Items from a dataset:
————
def test_no_sectors_cover_nothing() -> None:
    """Without sectors every cell is out of range."""
    actual = covered()
    assert (actual.best_server == -1).all()
    assert np.isnan(actual.received_signal_dbm).all()
    assert actual.counts.out_of_range == ROWS * COLS
    assert actual.counts.served_by_sector == ()


def test_types_shapes_and_read_only() -> None:
    """The layers have the grid's shape and the agreed types, and cannot be changed."""
    actual = covered(*three_sectors())
    for layer, dtype in LAYERS.items():
        array = getattr(actual, layer)
        assert array.shape == (ROWS, COLS)
        assert array.dtype == dtype
        with pytest.raises(ValueError, match="read-only"):
            array[0, 0] = 0


@pytest.mark.parametrize("window", [(-1, 20, 0, COLS), (0, 20, 5, COLS + 1), (50, ROWS + 1, 0, 9)])
def test_a_window_outside_the_grid_is_refused(window: tuple[int, int, int, int]) -> None:
    """Kernels do not check their indices; a window that does not fit never reaches them."""
    with pytest.raises(ValueError, match="does not fit a grid of 60 by 80 cells"):
        covered(item(field(window=window)))


def test_path_field_is_left_alone() -> None:
    """Combining changes nothing in the path field: it can be used again."""
    items = three_sectors()
    before = [path_field.path_loss_db.tobytes() for path_field, _, _ in items]
    assert_same(covered(*items), covered(*items))
    assert before == [path_field.path_loss_db.tobytes() for path_field, _, _ in items]


def test_one_thread_and_two_give_the_same_bytes() -> None:
    """The result does not depend on the number of threads."""
    threads = numba.get_num_threads()
    if numba.config.NUMBA_NUM_THREADS < 2:
        pytest.skip("only one thread available")
    try:
        numba.set_num_threads(1)
        one = covered(*three_sectors())
        numba.set_num_threads(2)
        two = covered(*three_sectors())
    finally:
        numba.set_num_threads(threads)
    assert_same(one, two)


def test_plain_and_compiled_agree(monkeypatch: pytest.MonkeyPatch) -> None:
    """The kernels run as plain Python give the same layers."""
    compiled = covered(*three_sectors())
    for name, kernel in vars(kernels).items():
        if isinstance(kernel, Dispatcher):
            monkeypatch.setattr(kernels, name, kernel.py_func)
    monkeypatch.setattr(kernels, "prange", range)
    for name in ("add_mast", "clear", "finish"):
        monkeypatch.setattr(layers, name, getattr(kernels, name))
    plain = covered(*three_sectors())
    np.testing.assert_allclose(
        compiled.received_signal_dbm, plain.received_signal_dbm, rtol=0, atol=1e-4
    )
    np.testing.assert_allclose(compiled.server_margin_db, plain.server_margin_db, rtol=0, atol=1e-4)
    assert compiled.status.tobytes() == plain.status.tobytes()
    assert_same_server(compiled, plain)


@pytest.mark.parametrize("edges", [(0, 60), (0, 1, 2, 37, 60), (0, 0, 17, 43, 50, 60, 60)])
def test_bands_together_are_the_whole(edges: tuple[int, ...], tmp_path: Path) -> None:
    """Bands of rows, from read-only memory maps, are the whole grid byte for byte; counts add."""
    whole = covered(*three_sectors())
    mapped = [(on_disk(path_field, tmp_path), *rest) for path_field, *rest in three_sectors()]
    mapped[1] = (mapped[0][0], *mapped[1][1:])
    bands = [combine(ROWS, COLS, mapped, TERMINAL, rows=band) for band in pairwise(edges)]
    for layer in LAYERS:
        together = np.concatenate([getattr(band, layer) for band in bands])
        assert getattr(whole, layer).tobytes() == together.tobytes(), layer
    counts = [band.counts for band in bands]
    assert whole.counts == sum(counts[1:], counts[0])


def on_disk(path_field: PathField, folder: Path) -> PathField:
    """The same path field with its arrays in files."""
    mapped = {}
    for layer in ("path_loss_db", "departure_elevation_deg", "fresnel_clearance_ratio", "status"):
        file = folder / f"{path_field.mast_row:g} {layer}.npy"
        np.save(file, getattr(path_field, layer))
        mapped[layer] = np.load(file, mmap_mode="r")
    return replace(path_field, **mapped)


def test_a_band_leaves_other_path_fields_alone(monkeypatch: pytest.MonkeyPatch) -> None:
    """Rows of a path field are taken only as far as they lie in the band."""
    taken: list[tuple[float, int, int]] = []
    original = layers._mast_arrays

    def noted(path_field: PathField, first: int, last: int, start: int) -> kernels.MastArrays:
        taken.append((path_field.mast_row, first, last))
        return original(path_field, first, last, start)

    monkeypatch.setattr(layers, "_mast_arrays", noted)
    combine(ROWS, COLS, three_sectors(), TERMINAL, rows=(40, 50))
    combine(ROWS, COLS, three_sectors(), TERMINAL, rows=(43, 60))
    assert taken == [(30.2, 40, 50), (10.0, 40, 43), (30.2, 43, 60)]


@pytest.mark.parametrize("rows", [(-1, 5), (7, 6), (0, ROWS + 1)])
def test_rows_outside_the_grid_are_refused(rows: tuple[int, int]) -> None:
    """A band that is none of the grid is an error."""
    with pytest.raises(ValueError, match=f"rows {rows[0]} to {rows[1]} are none of a grid of 60"):
        combine(ROWS, COLS, three_sectors(), TERMINAL, rows=rows)


def test_counts_of_different_plans_do_not_add_up() -> None:
    """Counts of bands add up only where they count the same number of sectors."""
    items = three_sectors()
    with pytest.raises(ValueError, match="counts of 3 and of 2 sectors do not add up"):
        covered(*items).counts + covered(*items[:2]).counts


def exact_signal_dbm(pattern: Pattern, path_field: PathField, table: GainTable) -> np.ndarray:
    """The plain formulas in float64, with the exact gain of the mounted antenna."""
    gain_dbi = mounted_gain_dbi(
        pattern,
        true_azimuth_deg=true_azimuth_deg(path_field),
        elevation_deg=path_field.departure_elevation_deg.astype(float),
        azimuth_deg=table.azimuth_deg,
        mechanical_downtilt_deg=table.mechanical_downtilt_deg,
        electrical_downtilt_deg=table.electrical_downtilt_deg,
    )
    signals = np.empty(gain_dbi.shape)
    for index, toward_dbi in np.ndenumerate(gain_dbi):
        signals[index] = received_signal_dbm_scalar(
            eirp_dbm_scalar(19.0, 1.0, toward_dbi), path_field.path_loss_db[index], 19.0, 0.5
        )
    return signals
————
Work item
Set down, exactly as they appear above, all lines from the one that has "assert_same(one, two)" down to the one that has "assert_same_server(compiled, plain)", including those two and no others.

Expected answer
    assert_same(one, two)


def test_plain_and_compiled_agree(monkeypatch: pytest.MonkeyPatch) -> None:
    """The kernels run as plain Python give the same layers."""
    compiled = covered(*three_sectors())
    for name, kernel in vars(kernels).items():
        if isinstance(kernel, Dispatcher):
            monkeypatch.setattr(kernels, name, kernel.py_func)
    monkeypatch.setattr(kernels, "prange", range)
    for name in ("add_mast", "clear", "finish"):
        monkeypatch.setattr(layers, name, getattr(kernels, name))
    plain = covered(*three_sectors())
    np.testing.assert_allclose(
        compiled.received_signal_dbm, plain.received_signal_dbm, rtol=0, atol=1e-4
    )
    np.testing.assert_allclose(compiled.server_margin_db, plain.server_margin_db, rtol=0, atol=1e-4)
    assert compiled.status.tobytes() == plain.status.tobytes()
    assert_same_server(compiled, plain)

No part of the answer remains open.